■ YOUR OBJECTIVE: Restate word for word the lines of the records below, starting at the line that contains "inside += partial" and ending at the line that contains "def column_powers(field: Field, columns: int)", with both of those lines included and nothing else.
BEGIN RECORDS
"""Every compiled loop, each made once per precision from one source.

Each kernel has a plain numpy twin in tests/reference.py. Full ``fastmath`` is used nowhere:
the Kerr and linear kernels allow contraction into fused multiply-adds only, since NaN must
survive to be seen; sums may be reassociated as well, which is still the same to the bit on one
machine. Kernels are compiled for the processor at hand and cached beside the package.
"""

import math
from collections.abc import Callable
from functools import cache
from typing import Any

import llvmlite.binding as llvm
import numpy as np
from numba import njit
from numba.core import config

from solver.grid import Field, Real

Kernel = Callable[..., Any]
Floating = type[np.float32] | type[np.float64]

_settings = vars(config)
if _settings["CPU_NAME"] is None:
    # LLVM keeps to 256-bit vectors on processors that have longer ones, for the sake of programs
    # with little to do in them. These loops take half the time on the longer ones.
    _settings["CPU_NAME"] = llvm.get_host_cpu_name()
    _settings["CPU_FEATURES"] = f"{llvm.get_host_cpu_features().flatten()},-prefer-256-bit"


@cache
def kerr_rotation(dtype: Floating) -> Kernel:
    """Kernel ``rotate(field, self_phase, cross_phase)``: the exact Kerr flow, in place.

    field: complex, shape (realizations, 2, samples), √W.
    Each component turns by self_phase·|own|² + cross_phase·|other|² rad (phases in rad/W).

    The turn is reduced to (−π, π], the sine and cosine of its quarter are taken from Taylor
    polynomials good to half a unit in the last place on [−π/4, π/4], and the angle is doubled
    twice: no branch and no table stands in the way of vector instructions.
    """
    s1, s2, s3, s4, s5, s6, s7 = (dtype((-1) ** n / math.factorial(2 * n + 1)) for n in range(1, 8))
    c1, c2, c3, c4, c5, c6, c7, c8 = (dtype((-1) ** n / math.factorial(2 * n)) for n in range(1, 9))
    short = dtype is np.float32
    # Adding and taking away 1.5·2^(mantissa bits) rounds to a whole number of turns.
    rounder = dtype(1.5 * 2.0 ** np.finfo(dtype).nmant)
    turns_per_rad = dtype(1.0 / (2.0 * math.pi))
    # 2π in two parts; the first has few enough bits for exact products with whole numbers.
    coarse = dtype(6.28125)
    fine = dtype(2.0 * math.pi - 6.28125)
    one, two, quarter = dtype(1.0), dtype(2.0), dtype(0.25)

    @njit(inline="always", fastmath={"contract"})
    def turn(angle: Any) -> Any:
        whole = (angle * turns_per_rad + rounder) - rounder
        t = ((angle - whole * coarse) - whole * fine) * quarter
        x = t * t
        if short:
            sine = t + t * x * (s1 + x * (s2 + x * (s3 + x * s4)))
            cosine = one + x * (c1 + x * (c2 + x * (c3 + x * (c4 + x * c5))))
        else:
            sine = t + t * x * (s1 + x * (s2 + x * (s3 + x * (s4 + x * (s5 + x * (s6 + x * s7))))))
            cosine = one + x * (
                c1 + x * (c2 + x * (c3 + x * (c4 + x * (c5 + x * (c6 + x * (c7 + x * c8))))))
            )
        sine, cosine = two * sine * cosine, one - two * sine * sine
        return two * sine * cosine, one - two * sine * sine

    @njit(cache=True, fastmath={"contract"}, error_model="numpy")
    def rotate(field: Field, self_phase: Any, cross_phase: Any) -> None:
        realizations, _, samples = field.shape
        for r in range(realizations):
            u = field[r, 0]
            v = field[r, 1]
            if self_phase == cross_phase:  # Manakov: both components turn alike
                for i in range(samples):
                    ur, ui, vr, vi = u[i].real, u[i].imag, v[i].real, v[i].imag
                    p = ur * ur + ui * ui
                    q = vr * vr + vi * vi
                    sine, cosine = turn(self_phase * (p + q))
                    u[i] = complex(ur * cosine - ui * sine, ur * sine + ui * cosine)
                    v[i] = complex(vr * cosine - vi * sine, vr * sine + vi * cosine)
                continue
            for i in range(samples):
                ur, ui, vr, vi = u[i].real, u[i].imag, v[i].real, v[i].imag
                p = ur * ur + ui * ui
                q = vr * vr + vi * vi
                sine, cosine = turn(self_phase * p + cross_phase * q)
                u[i] = complex(ur * cosine - ui * sine, ur * sine + ui * cosine)
                sine, cosine = turn(self_phase * q + cross_phase * p)
                v[i] = complex(vr * cosine - vi * sine, vr * sine + vi * cosine)

    return rotate


@njit(cache=True, fastmath={"contract"}, error_model="numpy")
def linear_flow(spectrum: Field, operator: Field) -> None:
    """Multiply every realization by one operator, in place.

    spectrum: complex, shape (realizations, 2, samples); operator: the same type, (2, samples).
    """
    realizations, components, samples = spectrum.shape
    for r in range(realizations):
        for j in range(components):
            line = spectrum[r, j]
            factor = operator[j]
            for i in range(samples):
                a, b = line[i], factor[i]
                line[i] = complex(
                    a.real * b.real - a.imag * b.imag, a.real * b.imag + a.imag * b.real
                )


@njit(cache=True, fastmath={"contract", "reassoc"}, error_model="numpy")
def band_share(spectrum: Field, first: int, last: int) -> float:
    """Largest share of a realization's energy in bins first to last − 1; nan if any is not finite.

    spectrum: complex, shape (realizations, 2, samples), FFT order.
    """
    realizations, components, samples = spectrum.shape
    largest = 0.0
    for r in range(realizations):
        inside = outside = 0.0
        for j in range(components):
            for start, stop, within in (
                (0, first, False),
                (first, last, True),
                (last, samples, False),
            ):
                line = spectrum[r, j, start:stop]
                partial = spectrum[r, j, 0].real * 0.0
                for i in range(line.size):
                    partial += line[i].real * line[i].real + line[i].imag * line[i].imag
                if within:
                    inside += partial
                else:
                    outside += partial
        if not math.isfinite(inside + outside):
            return math.nan
        if inside > 0.0:
            largest = max(largest, inside / (inside + outside))
    return largest


@njit(cache=True, fastmath={"contract", "reassoc"}, error_model="numpy")
def column_powers(field: Field, columns: int) -> Real:
    """Mean power of both components in equal parts of the window; float64, shape (2, columns).

    field: complex, shape (2, samples), √W; columns divides samples.
    """
    samples = field.shape[1]
    width = samples // columns
    powers = np.empty((2, columns))
    for j in range(2):
        line = field[j]
        for column in range(columns):
            total = 0.0
            for i in range(column * width, (column + 1) * width):
                real, imag = np.float64(line[i].real), np.float64(line[i].imag)
                total += real * real + imag * imag
            powers[j, column] = total / width
    return powers


@njit(cache=True, fastmath={"contract", "reassoc"}, error_model="numpy")
def intensity_moments(field: Field) -> Real:
    """Time means of I1, I2, I1², I2², I1·I2 of each realization; float64, shape (realizations, 5).

    field: complex, shape (realizations, 2, samples), √W.
    """
    realizations, _, samples = field.shape
    moments = np.empty((realizations, 5))
    for r in range(realizations):
        u = field[r, 0]
        v = field[r, 1]
        p1 = p2 = p11 = p22 = p12 = 0.0
        for i in range(samples):
            ur, ui = np.float64(u[i].real), np.float64(u[i].imag)
            vr, vi = np.float64(v[i].real), np.float64(v[i].imag)
            p = ur * ur + ui * ui
            q = vr * vr + vi * vi
            p1 += p
            p2 += q
            p11 += p * p
            p22 += q * q
            p12 += p * q
        moments[r, 0], moments[r, 1] = p1 / samples, p2 / samples
        moments[r, 2], moments[r, 3], moments[r, 4] = p11 / samples, p22 / samples, p12 / samples
    return moments


@njit(cache=True, fastmath={"contract"}, error_model="numpy")
def domain_counts(
    intensity: Real, width: int, longest: float, contrast_counts: Real, walls: Real
) -> None:
    """Contrast and walls of running means, counted into arrays given as zeros.

    intensity: W, shape (realizations, 2, samples), periodic. width: samples in the running mean,
    centred; longest: top of the histogram of durations, in samples. contrast_counts: float64,
    shape (realizations, bins over [−1, 1]). walls: float64, (realizations, 1 + bins): the number
    of sign changes of the contrast, then the durations between neighbours, a zero crossing
    taken to be where the straight line between two samples crosses zero.
    """
    realizations, _, samples = intensity.shape
    bins, lengths = contrast_counts.shape[1], walls.shape[1] - 1
    ahead = width // 2
    behind = width - 1 - ahead
    contrast = np.empty(samples)
    for r in range(realizations):
        u = intensity[r, 0]
        v = intensity[r, 1]
        p = q = 0.0
        for i in range(-behind, ahead + 1):
            p += u[i % samples]
            q += v[i % samples]
        enter, leave = (ahead + 1) % samples, (-behind) % samples
        for i in range(samples):
            total = p + q
            contrast[i] = (p - q) / total if total > 0.0 else 0.0
            p += np.float64(u[enter]) - np.float64(u[leave])
            q += np.float64(v[enter]) - np.float64(v[leave])
            enter = enter + 1 if enter + 1 < samples else 0
            leave = leave + 1 if leave + 1 < samples else 0
        first = last = -1.0
        for i in range(samples):
            here = contrast[i]
            contrast_counts[r, min(max(int((here + 1.0) * (0.5 * bins)), 0), bins - 1)] += 1.0
            after = contrast[i + 1 if i + 1 < samples else 0]
            if (here >= 0.0) != (after >= 0.0):
                at = i + here / (here - after)
                walls[r, 0] += 1.0
                if first < 0.0:
                    first = at
                elif at - last <= longest:
                    walls[r, 1 + min(int((at - last) / longest * lengths), lengths - 1)] += 1.0
                last = at
        if walls[r, 0] > 1.0 and first + samples - last <= longest:
            around = (first + samples - last) / longest
            walls[r, 1 + min(int(around * lengths), lengths - 1)] += 1.0


@njit(cache=True, fastmath={"contract"}, error_model="numpy")
def map_levels(powers: Real, scale_w: float) -> np.ndarray:
    """An evolution map as levels, uint8, shape (3, rows, columns).

    powers: W, shape (rows, 2, columns). Contrast from −1 (0) to 1 (255), 128 where it is dark;
    then the two powers in steps of scale_w, up to 255.
    """
    rows, _, columns = powers.shape
    levels = np.empty((3, rows, columns), dtype=np.uint8)
    for row in range(rows):
        for column in range(columns):
            first, second = powers[row, 0, column], powers[row, 1, column]
            total = first + second
            contrast = (first - second) / total if total > 0.0 else 0.0
            levels[0, row, column] = np.uint8(127.5 * (contrast + 1.0) + 0.5)
            levels[1, row, column] = np.uint8(min(first / scale_w + 0.5, 255.0))
            levels[2, row, column] = np.uint8(min(second / scale_w + 0.5, 255.0))
    return levels
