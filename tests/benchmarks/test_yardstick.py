"""What stands behind the rows of ``crossdip bench``: the same problem both ways, no timing."""

import math
from pathlib import Path
from xml.etree import ElementTree

import numpy as np
import pytest

from server import ladder, yardstick
from server.diagram import Row, drawn
from server.ladder import Rung
from solver.experiment import Study
from solver.schemes import FOURTH_ORDER, SECOND_ORDER


def test_both_ways_of_one_propagation_end_at_the_same_field() -> None:
    """The script is loaded from the tree, and given the fibre that the solver is given."""
    plain = yardstick.plain_script()
    assert plain is not None
    one = yardstick.single_propagation(plain, power_mw=50.0, tolerance=1e-4)
    assert max(one.error, one.plain_error) <= 1e-4
    assert one.apart <= 1.1 * (one.error + one.plain_error)
    assert min(one.solver_s, one.plain_s) > 0.0


def test_without_the_source_tree_there_is_no_script(
    tmp_path: Path, monkeypatch: pytest.MonkeyPatch
) -> None:
    """An installed package has no tests beside it."""
    monkeypatch.setattr(yardstick, "_PATH", tmp_path / "plain.py")
    assert yardstick.plain_script() is None


def test_the_script_is_charged_the_realizations_that_plain_averages_need() -> None:
    """More of them than a study that knows its launch, on the same light; steps as few as do."""
    study = Study.model_validate(
        {
            "experiment": {"ensemble": {"samples": 1024, "window_ps": 2048.0, "distances": 4}},
            "sweep": {"points": 2, "start": 20.0, "stop": 100.0},
            "variants": [{"name": "only"}],
        }
    )
    state = yardstick.computed(study)
    plain = yardstick.plain_script()
    assert plain is not None
    script = yardstick.plain_study(plain, state, 1)
    points = state.result().points[0]
    assert script.study_realizations == sum(point.realizations for point in points)
    assert script.realizations > script.study_realizations
    assert script.cpu_s > script.equal_cpu_s > 0.0
    assert 1 <= script.fewest_steps < script.most_steps


def test_the_transforms_of_a_task_are_those_it_counts() -> None:
    """What a task is held against are its own transforms, on the grids of its own legs."""
    later = yardstick.later_task(200.0)
    spent = sum(
        sum(piece.steps for piece in later.passage.pieces(leg)[index])
        * later.passage.scheme.transforms_per_step
        for index, leg in enumerate(later.schedule)
    )
    counted = sum(yardstick.run_round(later.task).transforms)
    assert counted == spent * len(later.batches())


def test_a_ladder_falls_with_the_order_of_its_scheme() -> None:
    """Solver and script are held against the same truth, far below single precision."""
    steps = ladder.Ladder(50.0, 4096, FOURTH_ORDER, 1024)
    plain = yardstick.plain_script()
    assert plain is not None
    for rungs, order in (
        (steps.rungs(SECOND_ORDER, "double", [256, 512]), 2),
        (steps.plain_rungs(plain, [256, 512]), 2),
        (steps.rungs(FOURTH_ORDER, "double", [32, 64]), 4),
    ):
        assert math.log2(rungs[0].error / rungs[1].error) == pytest.approx(order, abs=0.2)
    ours, weighed = steps.study_rung()
    assert 0.0 < weighed <= ours.transforms
    assert ours.error < Study().experiment.ensemble.field_tolerance


def test_work_is_read_between_rungs_on_logarithmic_axes() -> None:
    """And nowhere beyond them."""
    rungs = [Rung(n, 2.0 * n, 4.0 / n**2) for n in (10, 100, 1000)]
    assert ladder.work_at(4.0 / 30**2, rungs, ladder.of_transforms) == pytest.approx(30.0)
    assert ladder.work_at(4.0 / 30**2, rungs, ladder.of_time) == pytest.approx(60.0)
    assert math.isinf(ladder.work_at(1e-9, rungs, ladder.of_time))
    assert math.isinf(ladder.work_at(1.0, rungs, ladder.of_time))


def test_the_crossing_of_two_orders() -> None:
    """Second order with n⁻² and fourth with n⁻⁴ at three times the work meet at an error of 3⁻⁴."""
    second = [Rung(0, n, n**-2.0) for n in (1.0, 1e2, 1e4)]
    fourth = [Rung(0, 3.0 * n, n**-4.0) for n in (1.0, 10.0, 1e2)]
    case = ladder.Case(second, fourth, [], [], second[0], 1.0)
    assert case.crossing() == pytest.approx(3.0**-4, rel=0.3)
    assert [name for name, _ in case.curves()][:2] == [
        "second order, double",
        "fourth order, double",
    ]


def test_the_diagram_shows_every_curve() -> None:
    """Well-formed SVG; a steeper curve ends lower; names are text, not markup."""
    work = np.array([10.0, 100.0, 1000.0])
    curves = {
        "second <order>": [(float(n), float(n**-2.0)) for n in work],
        "fourth": [(float(n), float(n**-4.0)) for n in work],
    }
    rows = [Row("low", curves, curves), Row("high", curves, curves)]
    root = ElementTree.fromstring(drawn("Title", rows, switch=1e-4, remarks=["Why."]))
    name = "{http://www.w3.org/2000/svg}"
    words = [text.text for text in root.iter(f"{name}text")]
    assert {"Title", "low", "high", "Why.", "second <order>", "10³", "10⁻¹²"} <= set(words)
    dots = [
        (float(dot.get("cx", "")), float(dot.get("cy", ""))) for dot in root.iter(f"{name}circle")
    ]
    second, fourth = dots[:3], dots[3:6]
    assert len(dots) == 24
    assert second[0][0] < second[1][0] < second[2][0]
    assert fourth[2][1] > second[2][1] > second[0][1]
    assert dots[12][1] > dots[11][1]
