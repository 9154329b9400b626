"""Optical amplifiers: gain that saturates, spontaneous emission, the band-pass after them."""

import numpy as np
from scipy.optimize import brentq

from solver.grid import Grid, Real
from solver.sending import Amplifier
from solver.units import LIGHT_SPEED_NM_PER_PS, ratio_from_db

PLANCK_J_S = 6.626_070_15e-34
"""Planck constant (exact, SI)."""


def saturated_gain(amplifier: Amplifier, input_w: float) -> float:
    """Power gain for a mean input power.

    G = G0 exp(−(G − 1)/G · P_out/P_s), with P_s such that the output saturation power takes
    3 dB off: P_out,sat = G0 ln2/(G0 − 2) · P_s (Agrawal, Fiber-Optic Communication Systems,
    ch. on optical amplifiers). Without a saturation power the gain is that of small signals.
    """
    small = ratio_from_db(amplifier.gain_db)
    if amplifier.saturation_mw is None:
        return small
    scale_w = 1e-3 * amplifier.saturation_mw * (small - 2.0) / (small * np.log(2.0))

    def excess(log_gain: float) -> float:
        gain = np.exp(log_gain)
        return float(log_gain - np.log(small) + (gain - 1.0) * input_w / scale_w)

    return float(np.exp(brentq(excess, 0.0, np.log(small), xtol=1e-14)))


def emission_w_per_thz(amplifier: Amplifier, gain: float, wavelength_nm: float) -> float:
    """Spontaneous emission in one polarization at the output, W/THz; 0 without an amplifier.

    n_sp hν (G − 1), with the noise figure F = 2 n_sp (G − 1)/G + 1/G (Desurvire, Erbium-Doped
    Fiber Amplifiers; Agrawal, Fiber-Optic Communication Systems).
    """
    if amplifier.noise_figure_db is None:
        return 0.0
    frequency_thz = LIGHT_SPEED_NM_PER_PS / wavelength_nm
    inversion = (ratio_from_db(amplifier.noise_figure_db) * gain - 1.0) / (2.0 * (gain - 1.0))
    return float(inversion * PLANCK_J_S * frequency_thz * 1e24 * (gain - 1.0))


def bandpass(amplifier: Amplifier, grid: Grid) -> Real:
    """Amplitude transmission of the optical band-pass, FFT order, shape (samples,)."""
    if amplifier.bandpass_ghz is None:
        return np.ones(grid.samples)
    x = 2e3 * grid.frequency_thz / amplifier.bandpass_ghz
    return np.asarray(np.exp(-0.5 * np.log(2.0) * x**2))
END RECORDS
■ RESPONSE AREA:
                    inside += partial
                else:
                    outside += partial
        if not math.isfinite(inside + outside):
            return math.nan
        if inside > 0.0:
            largest = max(largest, inside / (inside + outside))
    return largest


@njit(cache=True, fastmath={"contract", "reassoc"}, error_model="numpy")
def column_powers(field: Field, columns: int) -> Real:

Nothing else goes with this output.